The contents were printed in 10pt. Ronaldson typeface. Its illustrations throughout were drawn in pen, with spot colour for the cover, by Fennessy's sister Joan. Each cover included the signature figure of John Batman, reputed founder of Melbourne, like the appearances of Eustace Tilley on anniversary covers of a magazine to whose style they aspired; The New Yorker, and like that magazine of that era it eschewed photographs. Tim Burstall mentions in early 1954 that Fennessy ‘was proud of it in a quiet sort of way.’ The editor promoted as policy that; 'We do not intend to publish the sort of stuff that we think you want to read. We will publish what we want to read ourselves and can't find elsewhere. If it is not what you want to read too, that's too bad and we can't be worried."

=== Reception ===
The new magazine attracted positive attention, though with some conservative detractors. Its style was described in the Melbourne Age in 1954 as "a sensible, sophisticated tone, still a trifle imitative of the New Yorker but with an accent that is unmistakably Australian," while The Sun recommended it as "sleekly modern in its style, which is modelled without apology on that of The New Yorker's notes of metropolitan life The writing is amusing, provoking, intelligent and at times almost brilliant. The magazine adopts no pretentious poses, grinds no political axes, and is unselfconciously Australian in its flavor. There are some refreshing sections of literary, art; theatrical and film criticism."

=== Content ===
Asserting the magazine's independence, the inaugural editorial declared In addition to reviews of theatrical and arts events, articles, poetry and short stories were also accepted. Contributors included Fennessy himself, H. A. Lindsay, Allan Dawes, Niall Brennan, David Martin, James W. Kern, Gordon Gow, Vincent Buckley, and Barry Humphries who among several articles included text of his first performance as Edna Everage.

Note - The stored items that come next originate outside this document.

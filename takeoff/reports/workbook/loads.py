"""The sheet of vehicle loads: each vehicle's loading list and views to scale, its axles and lashings, and what is on no vehicle. Rank 9.

Payloads and axle loads are live: the sum of the rows above them, and of mass times the share that statics gives its place.
"""

from __future__ import annotations

from typing import TYPE_CHECKING

from takeoff.reports import rounding
from takeoff.reports.loadsheet import anchor_words, finding_words, spoken, vehicles_words
from takeoff.reports.wording import counted, shown
from takeoff.reports.workbook import loaddrawings
from takeoff.reports.workbook.sheet import LOADS, Book, Sheet, letters
from takeoff.transport import CAUTIONS

if TYPE_CHECKING:
    from takeoff.pipeline import Result
    from takeoff.transport.load import Load, Plan

_WIDTHS = (7, 38, 14, 13, 13, 8, 13, 13, 13, 13, 13, 12)
_KG, _CENTRE = 2, 9


def write(book: Book, result: Result) -> None:
    """Write the sheet of `result.loads`."""
    plan = result.loads
    assert plan is not None
    sheet = book.sheets[LOADS]
    sheet.widths([*_WIDTHS, 3, *[11] * loaddrawings.COLUMNS])
    sheet.height(0, 24)
    sheet.text(0, 0, f"{LOADS}: {book.title}", "title")
    sheet.text(1, 0, book.subtitle or None, "subtitle")
    row = 2
    said = [
        vehicles_words(plan)[0].upper() + vehicles_words(plan)[1:] + ".",
        *(spoken(f.message, book.units) for f in plan.findings),
        *map(shown, CAUTIONS),
    ]
    for text in said:
        sheet.long_text(row, (0, len(_WIDTHS) - 1), text, "quiet wrap")
        row += 1
    row = _not_loaded(sheet, plan, row + 1)
    pictured = [number for number, load in enumerate(plan.loads) if loaddrawings.drawn(load)]
    more = len(pictured) - loaddrawings.MOST_VEHICLES
    if more > 0:
        text = f"Plan and side view are drawn for the first {loaddrawings.MOST_VEHICLES} vehicles; {counted(more, 'vehicle')} more without."
        sheet.long_text(row, (0, len(_WIDTHS) - 1), text, "quiet wrap")
        row += 2
    starts = []
    for number, load in enumerate(plan.loads):
        starts.append(row)
        row = _load(sheet, load, row, starts, drawn=number in pictured[: loaddrawings.MOST_VEHICLES]) + 1
    sheet.raw.print_area(0, 0, row, len(_WIDTHS) - 1)
    sheet.paginate(len(_WIDTHS), starts, row)


def _not_loaded(sheet: Sheet, plan: Plan, row: int) -> int:
    if not plan.not_loaded:
        return row
    sheet.heading(row, f"On no vehicle: {counted(len(plan.not_loaded), 'entry', 'entries')}", len(_WIDTHS))
    row += 1
    sheet.texts(row, 0, (None, "Name"), "head")
    sheet.text(row, _KG, f"Heavy ({sheet.book.mass_unit})", "head right")
    sheet.texts(row, 3, ("Why", *[None] * (len(_WIDTHS) - 4)), "head")
    for n in plan.not_loaded:
        row += 1
        sheet.texts(row, 0, (None, n.name), "cell wrap")
        sheet.number(row, _KG, None if n.kg is None else rounding.in_mass_unit(n.kg, sheet.book.units), "mass heavy")
        sheet.long_text(row, (3, len(_WIDTHS) - 1), spoken(n.reason, sheet.book.units))
    return row + 2


def _load(sheet: Sheet, load: Load, row: int, starts: list[int], *, drawn: bool) -> int:
    units, unit = sheet.book.units, sheet.book.mass_unit
    size = "mm" if units == "si" else "in"

    def kg(value: float) -> float:
        return rounding.in_mass_unit(value, units)

    def to_size(value: float) -> float:
        return value / rounding.MM_PER_IN if units == "us" else value

    def mm(value: float | None) -> float | None:
        return None if value is None else to_size(value)

    length_style = "size us" if units == "us" else "size"
    sheet.heading(row, f"{shown(load.name)}: {counted(len(load.pieces), 'unit')}", len(_WIDTHS))
    row += 1
    heads = (
        "Order",
        "Unit",
        f"Heavy ({unit})",
        f"From front ({size})",
        f"From left ({size})",
        "Layer",
        f"Length ({size})",
        f"Width ({size})",
        f"Height ({size})",
        f"Centre from front ({size})",
        f"Light ({unit})",
        "Phase",
    )
    for column, text in enumerate(heads):
        sheet.text(row, column, text, "head" if column in (1, 11) else "head right")
    pictured = dict(loaddrawings.drawn(load)) if drawn else {}
    if pictured:
        loaddrawings.heads(sheet, row, size)
    first = row + 1
    for number, p in enumerate(load.pieces, 1):
        row += 1
        sheet.number(row, 0, number, "whole")
        sheet.text(row, 1, p.unit.name, "cell wrap")
        sheet.number(row, _KG, kg(p.unit.mass.heavy), "mass heavy")
        sheet.number(row, 3, mm(p.x), length_style)
        sheet.number(row, 4, mm(p.y), length_style)
        sheet.number(row, 5, p.layer, "whole")
        for column, side in enumerate(p.unit.on_deck(p.turned) if p.unit.size else (None, None, None), 6):
            sheet.number(row, column, mm(side), length_style)
        sheet.number(row, _CENTRE, mm(p.centre[0]) if p.centre else None, length_style)
        sheet.number(row, 10, kg(p.unit.mass.light), "mass")
        sheet.text(row, 11, p.unit.phase, "cell")
        if number in pictured:
            loaddrawings.corners(sheet, row, number, p, to_size, length_style)
    row += 1
    sheet.texts(row, 0, (None, "dunnage and lashing gear"), "cell")
    sheet.number(row, _KG, kg(load.dunnage_kg), "mass")
    dunnage = row
    if pictured:
        loaddrawings.frame(sheet, row, load, to_size, length_style)
    row += 1
    masses = f"{letters(_KG)}{first + 1}:{letters(_KG)}{dunnage}"
    sheet.texts(row, 0, (None, f"payload (limit {rounding.mass_with_unit(load.vehicle.payload_kg, 'down', units)})"), "total")
    sheet.formula(row, _KG, f"=SUM({letters(_KG)}{first + 1}:{letters(_KG)}{dunnage + 1})", kg(load.payload_kg), "total mass")
    row += 1
    if load.axles and load.vehicle.statics is not None and load.vehicle.deck is not None:
        row = _axles(sheet, load, row, masses, f"{letters(_CENTRE)}{first + 1}:{letters(_CENTRE)}{dunnage}", f"{letters(_KG)}{dunnage + 1}")
    if pictured:
        undrawn = loaddrawings.left_out(load)
        if undrawn:
            _line(sheet, row, "Drawn below", f"the first {len(pictured)} pieces with a place; {counted(undrawn, 'piece')} more not drawn")
            row += 1
        text = "to scale; numbers as in the list, where there is room; a heavier outline lies on another piece"
        _line(sheet, row, "Plan and side view", text)
        row, views = loaddrawings.views(sheet, load, row + 1, first, dunnage, to_size, size)
        starts += [*views, row]
        row += 1
    for x in load.lashings:
        angle = "" if x.angle_deg is None else f" at {x.angle_deg:g}°"
        spots = (
            "; at " + ", ".join(rounding.length_with_unit(round(s), units) for s in x.positions_mm[:24]) + " from the front"
            if x.positions_mm and not x.anchors_mm
            else ""
        )
        _line(
            sheet,
            row,
            "Securing",
            f"{shown(x.piece)}: {x.number} {x.method}{angle}, {x.direction}{spots}{anchor_words(x, units)}. {spoken(x.rule, units)}",
        )
        row += 1
    for over in load.over_size:
        value, limit = (
            (rounding.mass_with_unit(over.value, "up", units), rounding.mass_with_unit(over.limit, "down", units))
            if over.kind == "gross"
            else (rounding.length_with_unit(over.value, units), rounding.length_with_unit(over.limit, units))
        )
        _line(sheet, row, f"OVER-SIZE, {over.kind}", f"{shown(over.name)}: {value}, over {limit} ({shown(over.rule)})")
        row += 1
    for finding in load.findings:
        _line(
            sheet,
            row,
            finding.level.capitalize(),
            finding_words(finding, units, "; "),
        )
        row += 1
    return row


def _line(sheet: Sheet, row: int, label: str, text: str) -> None:
    sheet.text(row, 0, None, "text")
    sheet.text(row, 1, label, "quiet")
    sheet.long_text(row, (2, len(_WIDTHS) - 1), text)


def _axles(sheet: Sheet, load: Load, row: int, masses: str, centres: str, dunnage: str) -> int:
    """Heavy axle loads as live formulas: empty + sum of mass x share at its place; shares are straight lines in the place."""
    units, unit = sheet.book.units, sheet.book.mass_unit
    statics, deck = load.vehicle.statics, load.vehicle.deck
    assert statics is not None
    assert deck is not None
    heads = (
        "",
        "Axle or group",
        f"Heavy ({unit})",
        f"Empty ({unit})",
        f"Light ({unit})",
        "",
        f"Worst ({unit})",
        f"Limit ({unit})",
        "Worst of limit",
        "Share at the front edge",
        "Share a length more",
        "",
    )
    for column, text in enumerate(heads):
        sheet.text(row, column, text, "head" if column == 1 else "head right")
    per = rounding.MM_PER_IN if units == "us" else 1.0
    for axle in load.axles:
        row += 1
        support = next(s for s in statics.supports if s.name == axle.name)
        sheet.texts(row, 0, (None, axle.name), "cell")
        front, more = f"{letters(9)}{row + 1}", f"{letters(10)}{row + 1}"
        formula = f"={letters(3)}{row + 1}+SUMPRODUCT({masses},{front}+{more}*{centres})+{dunnage}*({front}+{more}*{deck[0] / 2 / per!r})"
        sheet.formula(row, _KG, formula, rounding.in_mass_unit(axle.kg, units), "mass heavy")
        sheet.number(row, 3, rounding.in_mass_unit(support.empty_kg, units), "mass")
        sheet.number(row, 4, rounding.in_mass_unit(axle.light_kg, units), "mass")
        sheet.text(row, 5, None, "cell")
        sheet.number(row, 6, rounding.in_mass_unit(axle.worst_kg, units), "mass heavy")
        sheet.number(row, 7, None if axle.limit_kg is None else rounding.in_mass_unit(axle.limit_kg, units), "mass")
        sheet.number(row, 8, None if not axle.limit_kg else axle.worst_kg / axle.limit_kg, "factor")
        sheet.number(row, 9, support.at_front, "share")
        sheet.number(row, 10, support.per_mm * per, "share")
    return row + 2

The fourth issue contained a short story by David Martin, an article by Gordon Gow on television in the United Kingdom (before it had been introduced in Australia), a Vincent Buckley critique of some Bulletin poets, some notes on America under the heading "Behind the Cellophane Curtain," by Neil Clerehan, "Capital Punishment", dealing with affairs in Canberra, particularly the Senator Kennelly incident in the Labor party, and the supposedly dark sources of some A.L.P. funds and telephone "tapping," alongside reviews of books, films, plays and art exhibitions.

Australian poet Kenneth Slessor provides an insight into the contents of Vol. 2, No. 1: "It is gratifying to find that this ominously intelligent little Australian quarterly, with its occasional reminder of The New Yorker (which it resembles on the scale of a Peruvian shrunken head), has survived its first year, a period during which most of its kind in Australia generally expire. The current issue, on the contrary, is very much alive, with short stories, humor, critical reviews of paintings, plays, books and films, and a ferocious attack on contemporary values in Australian poetry."The magazine offered contributors a fair rate at a time when other such publications were expecting them gratis, or at 10/6 per 1000 words. J. P. (Jack) McKinney served his apprenticeship in journalism on the Gazette, and later worked on the Melbourne Herald, subsequently freelanced for the next 35 years

=== Demise ===
After failing to raise subscriptions for a monthly publication the seventh, and last, number of the Port Phillip Gazette quarterly was that of Autumn 1956. Editor Fennessy left for the UK and in 1957 was working in Fleet Street, before moving on to edit the Ashanti Times in Uganda until 1960, and then Overseas Trading, before becoming a trade commissioner for Australia in Korea.